Leder dürfte m. E. alles andere als günstig gewesen sein.

Meine Aussage bezieht sich auf Brunnen-, Müllgrubenfunde in Niedersachsen!

Das stand so in dem archeologischen Jahresbericht Niedersachsen von.....(??) - hole mir den jedes Jahr!

Aber wie ich schon geschrieben hatte, gab es sicherlich sehr unterschiedliche Lederqualitäten - wie eben heute auch!
Dabei dann noch zu bedenken ob das Leder gefärbt wurde - welche Farbe und wie aufwändig der Schuh verarbeitet wurde!

Also letztlich die gleichen Kriterien wie bei modernen Schuhen heute auch - einen 12,- € Billigschuh von Dei.ch.mann würde wohl auch heute niemand für 20,-€ neu besohlen lassen - den sauteuren Designerschuh aber bestimmt! *smoky*

Das einfaches Leder eben doch billig war belegen ja eben auch die Schürzen - so ein einfacher Dorfschmied war eben nicht so reich und konnte sich trotzdem eine Schürze leisten!
Vermutlich ist heute ein Lederstück in der Größe sogar teurer als damals (Spekulation!)

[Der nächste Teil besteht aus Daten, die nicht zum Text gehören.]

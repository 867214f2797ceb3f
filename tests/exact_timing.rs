//! Timings, not checks: run with `cargo test --release --test exact_timing
//! -- --ignored --nocapture` to print the slowest classes of the hardest
//! workload (four-input functions over all two-input gates, complements
//! free) and the cold and cached coverage of ribbon3 for four inputs.
//! Each network printed is still re-simulated against its function.

use ribbonmap::exact::classes::{enumerate_classes, Transforms};
use ribbonmap::exact::{coverage_of_library, synthesize, CoverageOptions, ExactOptions, GateSpec};
use ribbonmap::library::Library;
use std::time::Instant;

#[test]
#[ignore = "timing report, not a check: cargo test --release --test exact_timing -- --ignored --nocapture"]
fn slowest_four_input_classes() {
    let gates: Vec<GateSpec> = (0..16u64)
        .map(|t| GateSpec::new(format!("f{t:X}"), 2, t, 1.0))
        .collect();
    let opts = ExactOptions {
        free_complements: true,
        ..ExactOptions::default()
    };
    let (_, classes) = enumerate_classes(4, Transforms::Npn);
    let mut times = Vec::new();
    for c in &classes {
        let start = Instant::now();
        let r = synthesize(&[c.representative], 4, &gates, &opts).unwrap();
        assert_eq!(r.simulate(&gates), vec![c.representative]);
        times.push((start.elapsed().as_secs_f64(), c.representative, r.cells));
    }
    let total: f64 = times.iter().map(|t| t.0).sum();
    times.sort_by(|a, b| b.0.total_cmp(&a.0));
    eprintln!("222 NPN classes on one thread: {total:.1} s");
    for (s, f, cells) in times.iter().take(8) {
        eprintln!("  0x{f:04X}: {cells} gates, {s:.2} s");
    }
}

#[test]
#[ignore = "timing report, not a check: cargo test --release --test exact_timing -- --ignored --nocapture"]
fn ribbon3_four_input_coverage_cold_and_cached() {
    let dir = tempfile::tempdir().unwrap();
    std::env::set_var("RIBBONMAP_CACHE_DIR", dir.path());
    let lib = Library::builtin("ribbon3").unwrap();
    let opts = CoverageOptions::default();
    let start = Instant::now();
    let cold = coverage_of_library(&lib, &opts).unwrap();
    let cold_s = start.elapsed().as_secs_f64();
    let start = Instant::now();
    let cached = coverage_of_library(&lib, &opts).unwrap();
    let cached_s = start.elapsed().as_secs_f64();
    assert!(cached.cached);
    assert_eq!(cold.histogram, cached.histogram);
    assert_eq!(cold.histogram.values().sum::<u64>() + cold.unsolved, 65536);
    eprintln!(
        "ribbon3, 4 inputs: cold {cold_s:.1} s ({} classes, {} threads), cached {cached_s:.3} s; histogram {:?}, unproven {}",
        cold.classes.len(),
        rayon::current_num_threads(),
        cold.histogram,
        cold.unproven
    );
}
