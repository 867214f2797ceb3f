//! The least-area cover does not depend on delays.
//!
//! Two libraries with the same cells and the same cell areas but other
//! delays must give the same least-area cover: area is a sum of cell areas,
//! and nothing about a cell's delay makes a cover smaller. Here the built-in
//! ribbon3 (characterised from the demo device kit) is compared with three
//! copies whose areas are untouched: every delay multiplied by 3.7, the
//! delays reversed over the cell list (the inverter gets xnor3's delay and
//! so on), and the earlier hand-typed delays of ribbon3
//! (tests/data/libraries/ribbon3-illustrative.json). Each copy is first checked to
//! differ from the original in the delay of every cell, and the delay goal
//! is checked to give different circuits on some of them, so the comparison
//! cannot hold merely because the delays did not matter.
//!
//! Checked per circuit: the `area` run (the cover made for least area,
//! with no delay bound) has the same area on all four libraries, and the
//! area goal's result is never larger than it. (The area goal picks the
//! least area among all runs, so a delay-bounded run that happens to find
//! a smaller cover on one library may still make the goal's figure differ.)
//! The 8-bit ripple-carry adder must come out at its hand count on all four:
//! 1,742 nm² (an xor2 and an and2 for the half adder, then seven xor3 and
//! seven maj3: 72 + 60 + 7 × (120 + 110); counting, common practice).
//!
//! Sources outside the project: the benchmark circuits in benchmarks/ and
//! the adder in tests/data/reference (PROVENANCE.md there); the cell areas
//! of the library file.

use ribbonmap::io::{read_netlist, ReadOptions};
use ribbonmap::library::Library;
use ribbonmap::mapper::{map_detailed, Goal, MapOptions};
use ribbonmap::netlist::analyze_timing;
use std::path::{Path, PathBuf};

fn root() -> &'static Path {
    Path::new(env!("CARGO_MANIFEST_DIR"))
}

/// The built-in ribbon3 and three copies with the same areas and other
/// delays.
fn libraries() -> Vec<Library> {
    let base = Library::builtin("ribbon3").expect("built-in");
    let mut scaled = base.clone();
    scaled.name = "scaled-delays".into();
    for c in &mut scaled.cells {
        c.delay.intrinsic *= 3.7;
        c.delay.per_load *= 3.7;
    }
    let mut reversed = base.clone();
    reversed.name = "reversed-delays".into();
    let delays: Vec<_> = base.cells.iter().rev().map(|c| c.delay).collect();
    for (c, d) in reversed.cells.iter_mut().zip(delays) {
        c.delay = d;
    }
    let hand = Library::load(&root().join("tests/data/libraries/ribbon3-illustrative.json"))
        .expect("loads");
    let mut typed = base.clone();
    typed.name = "hand-typed-delays".into();
    for c in &mut typed.cells {
        c.delay = hand.cell(&c.name).expect("same cells").delay;
    }
    let libs = vec![base, scaled, reversed, typed];
    for copy in &libs[1..] {
        assert_eq!(copy.cells.len(), libs[0].cells.len());
        for (a, b) in libs[0].cells.iter().zip(&copy.cells) {
            assert_eq!((&a.name, a.area), (&b.name, b.area), "{}", copy.name);
            // Reversal leaves the middle of an odd list alone; every other
            // cell must differ.
            let middle = a.name == libs[0].cells[libs[0].cells.len() / 2].name
                && copy.name == "reversed-delays"
                && libs[0].cells.len() % 2 == 1;
            assert!(
                middle || a.delay != b.delay,
                "{} keeps the delay of {}",
                copy.name,
                a.name
            );
        }
    }
    libs
}

/// Per library: the `area` run's area, the area goal's area, and the delay
/// goal's (area, delay).
fn figures(file: &Path, libs: &[Library]) -> Vec<(f64, f64, (f64, f64))> {
    let net = read_netlist(file, &ReadOptions::default()).expect("reads");
    libs.iter()
        .map(|lib| {
            let opts = MapOptions {
                goal: Goal::Area,
                ..MapOptions::default()
            };
            let out = map_detailed(&net, lib, &opts).expect("maps");
            let area_run = out
                .runs
                .iter()
                .find(|r| r.name == "area")
                .expect("the area run is made")
                .area;
            let goal = out.netlist.area(lib);
            let delay_opts = MapOptions {
                goal: Goal::Delay,
                ..MapOptions::default()
            };
            let fast = map_detailed(&net, lib, &delay_opts).expect("maps").netlist;
            let fast_figures = (fast.area(lib), analyze_timing(&fast, lib).delay);
            (area_run, goal, fast_figures)
        })
        .collect()
}

/// Checks `files` on the four libraries; returns the violations and
/// whether the delay goal differed in area between some two libraries.
fn check(files: &[PathBuf]) -> (Vec<String>, bool) {
    let libs = libraries();
    let mut violations = Vec::new();
    let mut delays_matter = false;
    for file in files {
        let f = figures(file, &libs);
        let name = file.file_name().expect("file").to_string_lossy();
        for (lib, row) in libs.iter().zip(&f) {
            if row.0 != f[0].0 {
                violations.push(format!(
                    "{name}: area run {} on {}, {} on {}",
                    row.0, lib.name, f[0].0, libs[0].name
                ));
            }
            if row.1 > row.0 {
                violations.push(format!(
                    "{name}: area goal {} above the area run {} on {}",
                    row.1, row.0, lib.name
                ));
            }
        }
        delays_matter |= f.iter().any(|r| (r.2).0 != (f[0].2).0);
    }
    (violations, delays_matter)
}

#[test]
fn the_adder_reaches_its_hand_count_whatever_the_delays() {
    let file = root().join("tests/data/reference/netlists/arith/rca8_flat.blif");
    let libs = libraries();
    for (lib, row) in libs.iter().zip(figures(&file, &libs)) {
        assert_eq!(row.0, 1742.0, "area run on {}", lib.name);
        assert_eq!(row.1, 1742.0, "area goal on {}", lib.name);
    }
}

#[test]
fn the_area_run_is_the_same_on_small_benchmarks() {
    let files: Vec<PathBuf> = [
        "adder8_ripple.blif",
        "adder8_kogge_stone.blif",
        "decoder5_tree.blif",
        "majority9_counter.blif",
        "multiplier4_array.blif",
        "mux4_tree.blif",
        "parity32_tree.blif",
        "popcount16_compressor.blif",
    ]
    .iter()
    .map(|f| root().join("benchmarks").join(f))
    .collect();
    let (violations, delays_matter) = check(&files);
    assert!(violations.is_empty(), "{}", violations.join("\n"));
    assert!(
        delays_matter,
        "the delay goal gave the same areas everywhere"
    );
}

#[test]
#[cfg_attr(
    debug_assertions,
    ignore = "maps every benchmark eight times; runs under cargo test --release"
)]
fn the_area_run_is_the_same_on_every_benchmark() {
    let mut files: Vec<PathBuf> = std::fs::read_dir(root().join("benchmarks"))
        .expect("folder exists")
        .map(|e| e.expect("entry").path())
        .filter(|p| matches!(p.extension().and_then(|e| e.to_str()), Some("v" | "blif")))
        .filter(|p| {
            read_netlist(p, &ReadOptions::default())
                .expect("reads")
                .storage()
                .is_empty()
        })
        .collect();
    files.sort();
    assert!(files.len() >= 50, "benchmarks missing: {}", files.len());
    let (violations, delays_matter) = check(&files);
    assert!(violations.is_empty(), "{}", violations.join("\n"));
    assert!(
        delays_matter,
        "the delay goal gave the same areas everywhere"
    );
}
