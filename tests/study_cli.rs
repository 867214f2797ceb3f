//! `ribbonmap study` and `tabulate`: resumption after a kill, repair of a
//! half-written last line, shards that partition the plan and agree with an
//! unsharded run, located plan errors.
//!
//! The expected job set is counted from the plan (benchmarks × libraries ×
//! goals), not taken from the program.

mod cache_support;

use assert_cmd::Command;
use std::collections::{BTreeMap, BTreeSet};
use std::path::{Path, PathBuf};
use std::process::Stdio;
use std::time::Duration;

/// 4 benchmarks × 2 libraries × 2 goals = 16 jobs.
const PLAN: &str = r#"{
  "benchmarks": [
    {"generate": "adder", "width": 6},
    {"generate": "parity", "width": 7},
    {"generate": "multiplier", "width": 4},
    "nets/*.blif"
  ],
  "libraries": ["ribbon3", "ribbon3-nomaj"],
  "goals": ["area", "delay"],
  "options": {"cut_size": 4, "cuts_per_node": 8, "verify": "sim", "patterns": 1024}
}
"#;
const JOBS: usize = 16;

fn setup() -> (tempfile::TempDir, PathBuf) {
    let dir = tempfile::tempdir().unwrap();
    std::fs::create_dir(dir.path().join("nets")).unwrap();
    let net = ribbonmap::generate::generate(
        ribbonmap::generate::Family::Majority,
        &ribbonmap::generate::Params::new(5),
    )
    .unwrap();
    std::fs::write(
        dir.path().join("nets").join("voter5.blif"),
        ribbonmap::io::write_blif(&net),
    )
    .unwrap();
    let plan = dir.path().join("plan.json");
    std::fs::write(&plan, PLAN).unwrap();
    (dir, plan)
}

fn study(plan: &Path, output: &Path, extra: &[&str]) -> std::process::Output {
    Command::cargo_bin("ribbonmap")
        .unwrap()
        .env("RIBBONMAP_CACHE_DIR", cache_support::dir())
        .arg("study")
        .arg(plan)
        .arg("-o")
        .arg(output)
        .args(extra)
        .output()
        .unwrap()
}

/// plan_key → result line (parsed), checking every line is complete JSON.
fn lines_by_key(path: &Path) -> (usize, BTreeMap<String, serde_json::Value>) {
    let text = std::fs::read_to_string(path).unwrap();
    assert!(text.is_empty() || text.ends_with('\n'));
    let mut map = BTreeMap::new();
    let mut count = 0;
    for line in text.lines() {
        let v: serde_json::Value = serde_json::from_str(line).unwrap();
        count += 1;
        map.insert(v["plan_key"].as_str().unwrap().to_string(), v);
    }
    (count, map)
}

/// The numbers that must not depend on how the study was split.
fn numbers(v: &serde_json::Value) -> String {
    format!(
        "{} {} {} {} {} {} {} {} {}",
        v["benchmark"],
        v["library"],
        v["goal"],
        v["cell_count"],
        v["area"],
        v["depth"],
        v["delay"],
        v["energy_per_op"],
        v["cells"]
    )
}

#[test]
fn shards_partition_the_plan_and_agree_with_one_run() {
    let (dir, plan) = setup();
    let all = dir.path().join("all.jsonl");
    let out = study(&plan, &all, &["--jobs", "2"]);
    assert!(
        out.status.success(),
        "{}",
        String::from_utf8_lossy(&out.stderr)
    );
    let (count, whole) = lines_by_key(&all);
    assert_eq!(count, JOBS);
    assert_eq!(whole.len(), JOBS);
    let combos: BTreeSet<(String, String, String)> = whole
        .values()
        .map(|v| {
            (
                v["benchmark"].as_str().unwrap().to_string(),
                v["library"].as_str().unwrap().to_string(),
                v["goal"].as_str().unwrap().to_string(),
            )
        })
        .collect();
    assert_eq!(combos.len(), JOBS);

    let mut seen = BTreeMap::new();
    let mut shard_files = Vec::new();
    for i in 1..=3 {
        let path = dir.path().join(format!("shard-{i}.jsonl"));
        let out = study(&plan, &path, &["--shard", &format!("{i}/3"), "--jobs", "1"]);
        assert!(
            out.status.success(),
            "{}",
            String::from_utf8_lossy(&out.stderr)
        );
        let (count, part) = lines_by_key(&path);
        assert_eq!(count, part.len());
        // Job j of the key-sorted list goes to shard j % 3 + 1: sizes 6, 5, 5.
        assert_eq!(count, [6, 5, 5][i - 1]);
        for (k, v) in part {
            assert!(seen.insert(k, v).is_none(), "a job ran in two shards");
        }
        shard_files.push(path);
    }
    assert_eq!(
        seen.keys().collect::<Vec<_>>(),
        whole.keys().collect::<Vec<_>>()
    );
    for (k, v) in &seen {
        assert_eq!(numbers(v), numbers(&whole[k]), "job {k}");
    }

    // tabulate drops the duplicates between the shards and the full run.
    let out = Command::cargo_bin("ribbonmap")
        .unwrap()
        .env("RIBBONMAP_CACHE_DIR", cache_support::dir())
        .arg("tabulate")
        .args(&shard_files)
        .arg(&all)
        .args(["--format", "json"])
        .output()
        .unwrap();
    assert!(
        out.status.success(),
        "{}",
        String::from_utf8_lossy(&out.stderr)
    );
    let json: serde_json::Value = serde_json::from_slice(&out.stdout).unwrap();
    assert_eq!(json["rows"].as_array().unwrap().len(), JOBS);
    assert!(String::from_utf8_lossy(&out.stderr).contains("dropped 16 duplicate"));
}

#[test]
fn a_killed_study_resumes_with_every_result_exactly_once() {
    let (dir, plan) = setup();
    let results = dir.path().join("results.jsonl");
    let exe = assert_cmd::cargo::cargo_bin("ribbonmap");
    let mut child = std::process::Command::new(&exe)
        .env("RIBBONMAP_CACHE_DIR", cache_support::dir())
        .arg("study")
        .arg(&plan)
        .arg("-o")
        .arg(&results)
        .args(["--jobs", "1"])
        .stdout(Stdio::null())
        .stderr(Stdio::null())
        .spawn()
        .unwrap();
    // Kill it as soon as the first result line is on disk (or when it has
    // finished on its own: then every line is there; no clock decides).
    loop {
        let text = std::fs::read_to_string(&results).unwrap_or_default();
        if text.contains('\n') {
            break;
        }
        if child.try_wait().unwrap().is_some() {
            break;
        }
        std::thread::sleep(Duration::from_millis(5));
    }
    let _ = child.kill();
    let _ = child.wait();
    let (before, _) = lines_by_key(&results);
    assert!(before >= 1);

    // Simulate a kill in the middle of a write: half of a result line with
    // no newline at the end.
    let text = std::fs::read_to_string(&results).unwrap();
    let first = text.lines().next().unwrap();
    let mut f = std::fs::OpenOptions::new()
        .append(true)
        .open(&results)
        .unwrap();
    std::io::Write::write_all(&mut f, &first.as_bytes()[..first.len() / 2]).unwrap();
    drop(f);

    // tabulate tolerates the unfinished line.
    let out = Command::cargo_bin("ribbonmap")
        .unwrap()
        .env("RIBBONMAP_CACHE_DIR", cache_support::dir())
        .args(["tabulate", "--format", "csv"])
        .arg(&results)
        .output()
        .unwrap();
    assert!(
        out.status.success(),
        "{}",
        String::from_utf8_lossy(&out.stderr)
    );

    let out = study(&plan, &results, &["--jobs", "2"]);
    assert!(
        out.status.success(),
        "{}",
        String::from_utf8_lossy(&out.stderr)
    );
    let (count, by_key) = lines_by_key(&results);
    assert_eq!(count, JOBS, "every job exactly once");
    assert_eq!(by_key.len(), JOBS);
    let stderr = String::from_utf8_lossy(&out.stderr);
    assert!(stderr.contains(&format!("{before} already in")), "{stderr}");

    // A third run has nothing left to do.
    let out = study(&plan, &results, &[]);
    assert!(out.status.success());
    assert!(String::from_utf8_lossy(&out.stderr).contains(", 0 done"));
    assert_eq!(lines_by_key(&results).0, JOBS);
}

#[test]
fn plan_errors_name_file_line_and_column() {
    let (dir, plan) = setup();
    std::fs::write(
        &plan,
        "{\n  \"benchmarks\": [\"nets/*.blif\"],\n  \"libraries\": [\"ribbon3\"],\n  \"goals\": [\"fast\"]\n}\n",
    )
    .unwrap();
    let out = study(&plan, &dir.path().join("r.jsonl"), &[]);
    assert_eq!(out.status.code(), Some(2));
    let stderr = String::from_utf8_lossy(&out.stderr);
    assert!(stderr.starts_with("error: "), "{stderr}");
    assert!(stderr.contains("plan.json:4:"), "{stderr}");

    std::fs::write(
        &plan,
        "{\"benchmarks\": [\"none/*.blif\"], \"libraries\": [\"ribbon3\"]}",
    )
    .unwrap();
    let out = study(&plan, &dir.path().join("r.jsonl"), &[]);
    assert_eq!(out.status.code(), Some(2));
    assert!(String::from_utf8_lossy(&out.stderr).contains("plan.json:1:17:"));

    std::fs::write(
        &plan,
        "{\"benchmarks\": [\"nets/*.blif\"], \"libraries\": [\"nope\"]}",
    )
    .unwrap();
    let out = study(&plan, &dir.path().join("r.jsonl"), &[]);
    assert_eq!(out.status.code(), Some(2));

    let out = study(&plan, &dir.path().join("r.jsonl"), &["--shard", "4/3"]);
    assert_eq!(out.status.code(), Some(2));
}

#[test]
fn example_plan_loads_and_expands() {
    // examples/study_plan.json: 5 adder16 files, 3 multiplier4 files, 2
    // majority9 files and 2 generated circuits, on 4 libraries with 2 goals
    // (counted from the benchmarks/ listing).
    let plan = ribbonmap::study::Plan::load(Path::new("examples/study_plan.json")).unwrap();
    let files = |prefix: &str| {
        std::fs::read_dir("benchmarks")
            .unwrap()
            .filter(|e| {
                let name = e
                    .as_ref()
                    .unwrap()
                    .file_name()
                    .to_string_lossy()
                    .to_string();
                name.starts_with(prefix) && name.ends_with(".blif")
            })
            .count()
    };
    let benchmarks = files("adder16_") + files("multiplier4_") + files("majority9_") + 2;
    assert_eq!(plan.benchmarks.len(), benchmarks);
    assert_eq!(plan.jobs().len(), benchmarks * 4 * 2);
    let slurm = std::fs::read_to_string("examples/study_slurm.sh").unwrap();
    assert!(slurm.contains("#SBATCH --array="));
    assert!(slurm.contains("--shard \"$SLURM_ARRAY_TASK_ID/$SLURM_ARRAY_TASK_COUNT\""));
}

#[test]
fn old_command_names_still_work_for_one_release_with_a_note() {
    // `sweep` and `merge` are hidden aliases of `study` and `tabulate`.
    let (dir, plan) = setup();
    std::fs::write(
        &plan,
        r#"{"benchmarks": ["nets/*.blif"], "libraries": ["ribbon3"], "goals": ["area"],
            "options": {"verify": "none", "patterns": 64}}"#,
    )
    .unwrap();
    let results = dir.path().join("r.jsonl");
    let out = Command::cargo_bin("ribbonmap")
        .unwrap()
        .args(["sweep"])
        .arg(&plan)
        .arg("-o")
        .arg(&results)
        .output()
        .unwrap();
    let stderr = String::from_utf8_lossy(&out.stderr);
    assert!(out.status.success(), "{stderr}");
    assert!(stderr.contains("now called 'ribbonmap study'"), "{stderr}");
    assert_eq!(lines_by_key(&results).0, 1);
    let out = Command::cargo_bin("ribbonmap")
        .unwrap()
        .args(["merge"])
        .arg(&results)
        .output()
        .unwrap();
    let stderr = String::from_utf8_lossy(&out.stderr);
    assert!(out.status.success(), "{stderr}");
    assert!(
        stderr.contains("now called 'ribbonmap tabulate'"),
        "{stderr}"
    );
    // The help lists only the new names.
    let out = Command::cargo_bin("ribbonmap")
        .unwrap()
        .arg("--help")
        .output()
        .unwrap();
    let help = String::from_utf8_lossy(&out.stdout);
    assert!(
        help.contains("study") && help.contains("tabulate"),
        "{help}"
    );
    assert!(!help.contains("sweep") && !help.contains("merge"), "{help}");
}
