#[test]
fn full_adder_keeps_its_levels_on_the_demo_kit() {
    let s = setup("demo.json");
    let netlist = full_adder(&s.lib);
    let report = analyze_levels(&netlist, &s.lib, &s.levels, &LevelOptions::default()).unwrap();
    assert!(report.exhaustive);
    assert_eq!(report.patterns, 8);
    assert_eq!(report.logic_failures, 0);
    // Every net is read by a cell or a primary output: 3 inputs, 2 outputs
    // at least.
    assert!(report.nets.len() >= 5);
    let worst = report.worst_margin_v().unwrap();
    assert!(worst > 0.0, "worst margin {worst} V");
    assert!(report.average_static_power_nw > 0.0);
    let binned: u64 = report.histogram.iter().map(|b| b.nets).sum();
    assert_eq!(binned as usize, report.nets.len());
    println!(
        "full adder: worst margin {:.3} mV, static power {:.3} nW",
        worst * 1e3,
        report.average_static_power_nw
    );
}

/// A 32-input parity chain: fifteen three-input XOR cells `xor3_cell`, each
/// taking the previous stage and two new inputs, and a final `xor2`.
fn parity_chain(lib: &Library, xor3_cell: &str) -> MappedNetlist {
    let xor3 = lib.cell_index(xor3_cell).unwrap() as u32;
    let xor2 = lib.cell_index("xor2").unwrap() as u32;
    let mut n = MappedNetlist {
        name: format!("parity32_{xor3_cell}"),
        library: lib.name.clone(),
        ..MappedNetlist::default()
    };
    let inputs: Vec<u32> = (0..32)
        .map(|k| {
            let id = n.add_net(format!("x{k}"), Driver::Input(k));
            n.inputs.push(Port {
                name: format!("x{k}"),
                net: id,
            });
            id
        })
        .collect();
    let mut acc = n.add_instance(xor3, vec![inputs[0], inputs[1], inputs[2]], "p2".into());
    let mut k = 3;
    while k + 1 < 32 {
        acc = n.add_instance(
            xor3,
            vec![acc, inputs[k], inputs[k + 1]],
            format!("p{}", k + 1),
        );
        k += 2;
    }
    let y = n.add_instance(xor2, vec![acc, inputs[31]], "parity".into());
    n.outputs.push(Port {
        name: "parity".into(),
        net: y,
    });
    n
}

Billig ist natürlich immer subjektiv - ein Tagelöhner/Leibeigener/Bettler oder gar Sklave wird natürlich die Schuhe teuer gefunden haben, die für einen Handwerker, freien Bürger, bzw Feldscherer eher günstig waren!
Und ein reicher Händler oder Adeliger wird Schuhe gehabt haben, die dem Verdienst eines ganzen Lebens, eines Tagelöhners, entsprachen.



Abschließend würde ich mich anschließen und sagen: Lederkleidung im Sinne von richtig genähter Gewandung aus Leder auf keinen Fall!!!